Simple Math Proofs
Even and Odd Integers
An integer n is even if, and only if, n equals twice some integer. An integer n is odd if, and only if, n equals twice some integer plus 1.
Symbolically, if n is an integer, then
n is even \( \Leftrightarrow \exists \) an integer k such that \(n=2k\)

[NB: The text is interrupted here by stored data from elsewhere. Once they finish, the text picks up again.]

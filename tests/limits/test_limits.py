"""The published limit tables (limits/*.toml) and their loader, exposure.limits.

Expected values are typed here from the sources as docs/references.md gives them:
47 CFR § 1.1310(e)(1) Table 1 (confirmed), ICNIRP 2020 Table 5 (from memory),
ICNIRP 1998 Tables 6–7 (power density and averaging confirmed, E and H from memory) and
Health Canada Safety Code 6, 2015 (from memory). Test ids carry that status.
"""

from __future__ import annotations

import math
import tomllib
from collections.abc import Callable
from dataclasses import dataclass
from itertools import pairwise
from pathlib import Path

import pytest

from exposure.errors import InputError, OutOfRangeError, UnknownKeyError
from exposure.limits import (
    STANDARDS,
    TIERS,
    LimitTable,
    load_limits_file,
    load_standard,
    resolve,
)
from tests.helpers import REPO, USER_HEADER, USER_S_FLAT, USER_TABLE, user_tier

LIMITS_DIR = REPO / "limits"

MW_CM2 = 10.0  # 1 mW/cm² = 10 W/m² (FCC Table 1 gives power density in mW/cm²)
Z0 = 376.73  # free-space impedance [ohm], CODATA (docs/references.md §3); 377 in trade use

Law = Callable[[float], float] | None  # f in MHz -> value in SI units; None: "–" / "NA"


def const(value: float) -> Callable[[float], float]:
    return lambda f: value


@dataclass(frozen=True)
class Row:
    """One row of a published table: band (f_min, f_max] [MHz] and E, H, S, averaging."""

    f_min: float
    f_max: float
    e: Law  # V/m
    h: Law  # A/m
    s: Law  # W/m²
    avg: Law  # min


# 47 CFR § 1.1310(e)(1), Table 1 (docs/references.md §1) -- confirmed.
FCC = {
    "occupational": [
        Row(0.3, 3.0, const(614), const(1.63), const(100 * MW_CM2), const(6)),
        Row(3.0, 30, lambda f: 1842 / f, lambda f: 4.89 / f, lambda f: 900 / f**2 * MW_CM2, const(6)),
        Row(30, 300, const(61.4), const(0.163), const(1.0 * MW_CM2), const(6)),
        Row(300, 1500, None, None, lambda f: f / 300 * MW_CM2, const(6)),
        Row(1500, 100_000, None, None, const(5 * MW_CM2), const(6)),
    ],
    "general_public": [
        Row(0.3, 1.34, const(614), const(1.63), const(100 * MW_CM2), const(30)),
        Row(1.34, 30, lambda f: 824 / f, lambda f: 2.19 / f, lambda f: 180 / f**2 * MW_CM2, const(30)),
        Row(30, 300, const(27.5), const(0.073), const(0.2 * MW_CM2), const(30)),
        Row(300, 1500, None, None, lambda f: f / 1500 * MW_CM2, const(30)),
        Row(1500, 100_000, None, None, const(1.0 * MW_CM2), const(30)),
    ],
}

# ICNIRP 2020, Table 5, whole body, 30 min (docs/references.md §4) -- from memory.
ICNIRP_2020 = {
    "occupational": [
        Row(0.1, 30, lambda f: 660 / f**0.7, lambda f: 4.9 / f, None, const(30)),
        Row(30, 400, const(61), const(0.16), const(10), const(30)),
        Row(400, 2000, lambda f: 3 * f**0.5, lambda f: 0.008 * f**0.5, lambda f: f / 40, const(30)),
        Row(2000, 300_000, None, None, const(50), const(30)),
    ],
    "general_public": [
        Row(0.1, 30, lambda f: 300 / f**0.7, lambda f: 2.2 / f, None, const(30)),
        Row(30, 400, const(27.7), const(0.073), const(2), const(30)),
        Row(400, 2000, lambda f: 1.375 * f**0.5, lambda f: 0.0037 * f**0.5, lambda f: f / 200, const(30)),
        Row(2000, 300_000, None, None, const(10), const(30)),
    ],
}


# ICNIRP 1998, Tables 6 (occupational) and 7 (general public) (docs/references.md §5):
# S_eq and averaging confirmed, E and H from memory. Averaging 6 min below 10 GHz,
# 68/f_GHz^1.05 min above, so the 2–300 GHz row is split at 10 GHz.
def _avg_1998_above_10ghz(f: float) -> float:
    return 68 / (f / 1000) ** 1.05


ICNIRP_1998 = {
    "occupational": [
        Row(10, 400, const(61), const(0.16), const(10), const(6)),
        Row(400, 2000, lambda f: 3 * f**0.5, lambda f: 0.008 * f**0.5, lambda f: f / 40, const(6)),
        Row(2000, 10_000, const(137), const(0.36), const(50), const(6)),
        Row(10_000, 300_000, const(137), const(0.36), const(50), _avg_1998_above_10ghz),
    ],
    "general_public": [
        Row(10, 400, const(28), const(0.073), const(2), const(6)),
        Row(400, 2000, lambda f: 1.375 * f**0.5, lambda f: 0.0037 * f**0.5, lambda f: f / 200, const(6)),
        Row(2000, 10_000, const(61), const(0.16), const(10), const(6)),
        Row(10_000, 300_000, const(61), const(0.16), const(10), _avg_1998_above_10ghz),
    ],
}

n is odd \( \Leftrightarrow \exists \) an integer k such that \(n=2k+1\)
Prime Numbers
An integer \(n\) is prime if, and only if, \(n\)>1 and for all positive integers \(r\) and \(s\), if \(n=rs\), then either \(r\) or \(s\) equals \(n\). An intger \(n\) is composite if, and only if \(n\)>1 and \(r=rs\) for some integers \(r\) and \(s\) with \(1<r<n\) and \(1<s<n\).
In symbols:
\(n\) is prime \( \Leftrightarrow \forall \) positive integers \(r\) and \(s\) if \(n=rs\) then either \(r=1\) and \(s=n\) or \(r=n\) and \(s=1\).

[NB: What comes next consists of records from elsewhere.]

@settings(max_examples=15, deadline=None, suppress_health_check=[HealthCheck.function_scoped_fixture])
@given(
    x=st.floats(-12, 12),
    y=st.floats(-5, 35),
    z=st.floats(0.0, 6.0),
    azimuth=st.floats(0, 360),
    tilt=st.floats(-10, 30),
    kind=st.sampled_from(["panel", "array", "omni"]),
)
def test_random_sites_give_finite_results(load, x, y, z, azimuth, tilt, kind):
    """Whatever the placement and orientation (antenna on, above or beside the surface),
    every map value, maximum and boundary is finite and non-negative (no division by zero)."""
    e = panel(kind=kind, x_m=x, y_m=y, z_m=z, azimuth_deg=azimuth, mech_tilt_deg=tilt)
    if kind == "omni":
        for key in ("azimuth_deg", "h_beamwidth_deg", "front_to_back_db"):
            e.pop(key)
    result = assess(load(site_dict([e], grid_m=2.0)))
    grid = result.surfaces[0].grid.ratio["general_public"]
    assert np.all(np.isfinite(grid[~np.isnan(grid)])) and np.nanmin(grid) >= 0
    for tier in ("general_public", "occupational"):
        assert math.isfinite(result.surfaces[0].max_ratio[tier])
        assert all(math.isfinite(v) and v >= 0 for v in result.emitters[0].boundary_m[tier].values())
    assert result.verdict in ("compliant", "verify-by-measurement", "mitigation-required")


# --- the element zone ------------------------------------------------------------------------


def test_element_zone_is_marked_counted_and_flagged_only_where_people_reach_it(load):
    """Full-wave finding (docs/references.md § 9): within about a wavelength of the elements a power
    density does not describe exposure. A 2 GHz panel (λ = 0.15 m) standing on a roof, its
    aperture from 1.15 to 1.65 m: the cells within λ of it (plus half a cell) are marked and
    counted, the flag names it; lifted 10 m up, nobody reaches it and nothing is marked."""
    low = assess(load(site_dict([panel(y_m=5.0)], grid_m=0.1)))
    terrace = low.surfaces[0]
    lam = 299.792458 / 2000
    assert terrace.element_zone_area_m2 > 0
    # geometric bound: a disc of radius λ + cell half-diagonal around the aperture's axis
    assert terrace.element_zone_area_m2 <= math.pi * (lam + 0.08) ** 2 * 1.3
    assert [f.code for f in low.flags].count("element-zone") == 1
    marked = terrace.grid.element_zone
    gx, gy = np.meshgrid(terrace.grid.x_m, terrace.grid.y_m)
    assert np.all(np.hypot(gx[marked], gy[marked] - 5.0) <= lam + 0.08)
    high = assess(load(site_dict([panel(y_m=5.0, z_m=12.0)], grid_m=0.1)))
    assert high.surfaces[0].element_zone_area_m2 == 0
    assert "element-zone" not in [f.code for f in high.flags]


def test_probe_names_the_element_zone(load):
    """A probe within a wavelength of the elements says so; one farther out does not."""
    site = load(site_dict([panel(y_m=5.0)]))
    assert probe(site, (0.0, 5.1, 1.4))["element_zone"] == ["P1"]
    assert probe(site, (0.0, 8.0, 1.4))["element_zone"] == []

\(n\) is composite \( \Leftrightarrow \exists \) positive integers \(r\) and \(s\) such that \(n=rs\) and \(1<r<n\) and \(1<s<n\).

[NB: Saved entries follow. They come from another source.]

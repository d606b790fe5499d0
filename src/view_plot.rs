//! A plot of a [`Series`]: axes with ticks, units and labels, the curve, and the current point.
//!
//! World coordinates are the data's own units (x and y scaled independently, [`Aspect::Free`]).
//! Ticks fall on round values ([`nice_step_at_least`]); the current operating point is a marker with its
//! value written beside it. An empty series gives a framed panel with its note.

use crate::scene::{Anchor, Aspect, Item, Rect, Role, Scene, nice_step_at_least, significant};
use crate::sweep::Series;

/// Builds the plot of a series.
pub fn plot(series: &Series) -> Scene {
    let mut scene = Scene::new(&series.title, &series.note, Aspect::Free);
    let mut pts: Vec<[f64; 2]> = series.points.clone();
    if let Some(c) = series.current {
        pts.push(c);
    }
    if pts.is_empty() {
        scene.bounds = Rect {
            x0: 0.0,
            y0: 0.0,
            x1: 1.0,
            y1: 1.0,
        };
        scene.text([0.5, 0.5], series.note.clone(), 12.0, Anchor::Middle, Role::Caption);
        return scene;
    }
    let data = Rect::around(pts.iter().copied());
    let (mut y0, mut y1) = (data.y0.min(0.0), data.y1.max(0.0));
    if y1 - y0 < 1e-12 * y0.abs().max(y1.abs()).max(1e-300) || y1 == y0 {
        let c = 0.5 * (y0 + y1);
        let h = if c != 0.0 { 0.05 * c.abs() } else { 1.0 };
        y0 = c - h;
        y1 = c + h;
    }
    let (x0, x1) = if data.width() > 0.0 {
        (data.x0, data.x1)
    } else {
        (data.x0 - 1.0, data.x1 + 1.0)
    };
    let (w, h) = (x1 - x0, y1 - y0);

    // Grid, ticks and tick labels.
    // At most about five labels per axis, so that they stay apart in a narrow panel.
    let xs = nice_step_at_least(w / 5.0);
    let ys = nice_step_at_least(h / 5.0);
    let mut t = (x0 / xs).ceil() * xs;
    while t <= x1 + 1e-9 * w {
        scene.line(vec![[t, y0], [t, y1]], Role::Grid, vec![1.0, 3.0], 0.5, "grid x");
        scene.text(
            [t, y0 - 0.05 * h],
            significant_tick(t, xs),
            10.0,
            Anchor::Middle,
            Role::Caption,
        );
        t += xs;
    }
    let mut t = (y0 / ys).ceil() * ys;
    while t <= y1 + 1e-9 * h {
        scene.line(vec![[x0, t], [x1, t]], Role::Grid, vec![1.0, 3.0], 0.5, "grid y");
        scene.text(
            [x0 - 0.015 * w, t - 0.02 * h],
            significant_tick(t, ys),
            10.0,
            Anchor::End,
            Role::Caption,
        );
        t += ys;
    }
    // Frame and axis labels.
    scene.items.push(Item::Polygon {
        points: vec![[x0, y0], [x1, y0], [x1, y1], [x0, y1]],
        role: Role::Frame,
        tag: "frame".into(),
    });
    scene.text(
        [0.5 * (x0 + x1), y0 - 0.13 * h],
        format!("{} ({})", series.x_label, series.x_unit),
        11.0,
        Anchor::Middle,
        Role::Label,
    );
    scene.text(
        [x0, y1 + 0.04 * h],
        format!("{} ({})", series.y_label, series.y_unit),
        11.0,
        Anchor::Start,
        Role::Label,
    );

    // Curve, split where samples are missing (gaps wider than twice the usual spacing).
    let mut run: Vec<[f64; 2]> = Vec::new();
    let spacing = if series.points.len() > 1 {
        w / (series.points.len() - 1) as f64
    } else {
        w
    };
    for p in &series.points {
        if let Some(last) = run.last()
            && p[0] - last[0] > 2.5 * spacing
        {
            scene.line(std::mem::take(&mut run), Role::Curve, vec![], 1.8, "curve");
        }
        run.push(*p);
    }
    if !run.is_empty() {
        scene.line(run, Role::Curve, vec![], 1.8, "curve");
    }
    if let Some(c) = series.current {
        scene.items.push(Item::Dot {
            center: c,
            radius_px: 5.0,
            role: Role::Marker,
            filled: true,
            tag: "current".into(),
        });
        let right = c[0] < x0 + 0.7 * w;
        let label = format!(
            "{} {} at {} {}",
            significant(c[1], 4),
            series.y_unit,
            significant(c[0], 4),
            series.x_unit
        );
        scene.text(
            [c[0] + if right { 0.02 } else { -0.02 } * w, c[1] + 0.04 * h],
            label,
            11.0,
            if right { Anchor::Start } else { Anchor::End },
            Role::Marker,
        );
    }
    scene.bounds = Rect {
        x0: x0 - 0.1 * w,
        y0: y0 - 0.2 * h,
        x1: x1 + 0.03 * w,
        y1: y1 + 0.1 * h,
    };
    scene
}

fn significant_tick(v: f64, step: f64) -> String {
    let decimals = if step >= 1.0 {
        0
    } else {
        (-step.log10().floor()) as usize
    };
    let v = if v.abs() < 1e-12 * step { 0.0 } else { v };
    format!("{v:.decimals$}")
}

#[cfg(test)]
mod tests {
    use super::*;
    use crate::scenario::Scenario;
    use crate::sweep::{separation_vs_wavelength, walkoff_vs_tilt};

    #[test]
    fn the_current_point_is_marked_at_its_value() {
        let sc = Scenario::from_json_str(include_str!("../examples/demo.json")).unwrap();
        let s = walkoff_vs_tilt(&sc, 0).unwrap();
        let scene = plot(&s);
        assert!(scene.is_finite());
        let Some(Item::Dot { center, .. }) = scene.tagged("current").next() else {
            panic!()
        };
        assert_eq!(*center, s.current.unwrap());
        assert!(scene.texts().iter().any(|t| t == &"cut tilt (°)"));
        assert!(
            scene.texts().iter().any(|t| t.starts_with("6.189 ° at 45")),
            "{:?}",
            scene.texts()
        );
        let scene = plot(&separation_vs_wavelength(&sc, 0));
        assert!(scene.texts().iter().any(|t| t == &"wavelength (nm)"));
    }

    #[test]
    fn empty_and_flat_series_still_draw() {
        let sc = Scenario::from_json_str(r#"{"elements": [{"kind": "rotator", "angle_deg": 5}]}"#).unwrap();
        assert!(plot(&separation_vs_wavelength(&sc, 0)).is_finite());
        let sc = Scenario::from_json_str(
            r#"{"elements": [{"kind": "crystal", "no": 1.5, "ne": 1.6, "thickness_mm": 1, "axis": {"tilt_deg": 0}}]}"#,
        )
        .unwrap();
        let scene = plot(&separation_vs_wavelength(&sc, 0));
        assert!(scene.is_finite(), "a flat zero curve");
    }
}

The sum of any two even integers is even
Suppose \(m\) and \(n\) are even integers. By definition of even, \(m=2r\) and \(n=2s\) for some integers \(r\) and \(s\). Then
\(m+n=2r+2s\)
\( =2(r+s)\)
Let \(t=r+s\). Note that \(t\) is an integer because it is a sum of integers. hence \(m+n=2t\) where t is an integer.
It follows by definition of even that \(m+n\) is even. QED.
Rational Number
A real number r is rational if, and only if, it can be expressed as a quotent of two integers with a nonzero denominator. A real number that is not rational is irrational.
More formally, if r is a real number, then
\(r\) is rational \( \Leftrightarrow \exists \) integers \(a and b\) such that \(r=\frac{a}{b} and b\neq0.\)
The sum of any two rational numbers is rational
Suppose r and s are rational numbers. Then by definition of rational, \(r=\frac{a}{b} and \frac{c}{d}\) for some integers \(a,b,c, and d\) with \(b\neq0\) and \(d\neq0\). Thus
\(r+s=\frac{a}{b}+\frac{c}{d}\)
\( =\frac{ad+bc}{bd}\)
Let \(p=ad+bc\) and \(q=bd\). Then p and q are integers because products and sums of integers are integers and because a,b,c and d are all integers. Also \(q\neq0\) by the zero product property. Thus
\(r+s=\frac{p}{q}\) where p and q are integers and \(q\neq0\).
Therefore, \(r+s\) is rational by definition of a rational number. QED.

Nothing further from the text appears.